Take a look at this, and the description of Inishbofin. I had a softer upbringing, but I lived, and occasionally worked, side-by-side with people who didn't get electricity until the late 1970s. Most of the agriculture was by hand, and it was dirty, dangerous work.

Then there was the constant rain, the religion, the self-medication of depression with alcohol, the whole alphabet soup of paramilitaries killing each other, random civilians, police, and British soldiers.

So, like the people mentioned, I don't have terribly loving memories of Ireland either.
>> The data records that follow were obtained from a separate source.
import { mkdirSync } from 'node:fs'
import { join, resolve } from 'node:path'
import { loadConfig } from '../config.ts'
import { startEmbeddedPostgres } from '../db/embedded-postgres.ts'
import { backupDatabase } from '../db/backup.ts'

// `npm run db:backup [FILE]`: a pg_dump archive of DATABASE_URL, or of the embedded database.
const config = loadConfig()
const stamp = new Date().toISOString().replace(/[:.]/g, '-')
const file = resolve(process.argv[2] ?? join(config.dataDir, 'backups', `ratiograph-${stamp}.dump`))
mkdirSync(join(file, '..'), { recursive: true, mode: 0o700 })
// the cluster is found where it lives (also when it was moved out of a private folder) and at its own port
const pg = config.databaseUrl ? undefined : await startEmbeddedPostgres({ dir: join(config.dataDir, 'pg'), port: config.embeddedPgPort, durable: true, log: (m) => console.log(m) })
try {
  backupDatabase(config.databaseUrl ?? pg!.url, file)
  console.log(`backup written: ${file}`)
} finally {
  // leave a cluster that `npm start` is using alone; stop only one we started
  if (pg?.startedHere) pg.stop()
}
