import { spawn } from 'node:child_process'
import { join } from 'node:path'
import { PROJECT_ROOT } from '../config.ts'
import { startRuntime } from '../runtime.ts'

// `npm run dev`: the API (with the demo seed) plus Vite's dev server with hot reload, /api proxied.
const rt = await startRuntime({ seed: true, serveClient: false })
console.log(`API on ${rt.url}; starting Vite …`)
const vite = spawn(process.execPath, [join(PROJECT_ROOT, 'node_modules', 'vite', 'bin', 'vite.js')], {
  cwd: PROJECT_ROOT, stdio: 'inherit', env: { ...process.env, PORT: String(rt.config.port) },
})
const stop = () => { vite.kill('SIGTERM'); rt.stop().then(() => process.exit(0)) }
process.on('SIGINT', stop)
process.on('SIGTERM', stop)
vite.on('exit', (code) => { if (code) rt.stop().then(() => process.exit(code)) })
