/**
 * The checks a schema cannot express, shared by the GeoJSON, CSV and text-sequence readers:
 * position ranges with the swapped-order hint, RFC 3339 times, weights, and the capped list of
 * problems that becomes one InputError. Everything here is allocation-free on the good path;
 * strings are built only when something is wrong.
 */
import { InputError, type InputProblem } from './types.js';

/** Default cap on the number of problems an InputError carries (the total is still counted). */
export const DEFAULT_MAX_PROBLEMS = 100;

/** The property (GeoJSON) or column (CSV) that holds an observation's time. */
export const TIME_PROPERTY = 'observed_at';

/**
 * Collects problems in the order found, keeps at most `cap` of them and counts them all, so the
 * error can say "100 shown of 2 345". Problems about the input as a whole go first.
 */
export class ProblemList {
  readonly items: InputProblem[] = [];
  total = 0;
  constructor(readonly cap: number = DEFAULT_MAX_PROBLEMS) {}

  /** Records one problem with one feature, row or record (index 0-based) or, index null, with the input. */
  add(index: number | null, id: string | number | undefined, code: string, message: string): void {
    this.total++;
    if (this.items.length >= this.cap) return;
    const p: InputProblem = { index, code, message };
    if (id !== undefined && id !== null) p.id = id;
    this.items.push(p);
  }

  /** Records a problem with the whole input, ahead of the per-feature ones (it explains them). */
  addFirst(code: string, message: string): void {
    this.total++;
    this.items.unshift({ index: null, code, message });
    if (this.items.length > this.cap) this.items.pop();
  }

  /** Throws the InputError when anything was recorded. */
  throwIfAny(): void {
    if (this.total > 0) throw new InputError(this.items, this.total);
  }
}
Actually, when I left Ireland, this song was the idea I brought with me. Written by an Irishman too, as I recall.

Mind you, the older I grow, and the smaller those memories become, the fonder I am of the place. The misery of the past, well, I'm starting to put that down as a genetic inclination to putting on the poor mouth. Instead, I think more of the poetry, songs, literature, and pubs. Oh, and the satire!

In the same vein, I'm starting to look back fondly on all those violent monks and priests who had charge of my education. Even Brother Justin, that bastard. Sure, I was knocked unconscious once, and had my nose broken another time, but you know, I can never be alone: my head is too stuffed with distractions. I can still rattle off Cicero's "Pro Lege Manilia" as if I myself were sending Pompey on his way to Asia Minor, and when I try to remember what I was supposed to pick up at Publix, why "The Rime of the Ancient Mariner" will oft come unbidden to my mind.

And I still laugh at Lycidas, floating in his watery beer. (Remember, he who would pun would also pick a pocket.)

What the hell is it about being Irish? It's the world's need for a race which can take great heaping gobs of misery, and somehow turn it all to gregariousness, to the well-turned phrase, to wit, to charm, to laughter.

I'm sorry. Where was I again? Oh, right, St. Patrick's day. Well, I'm away to the pub, to drink heavily, and bark at the moon.

Because, like my people, I am characterized by the qualities that make a man interesting rather than prosperous.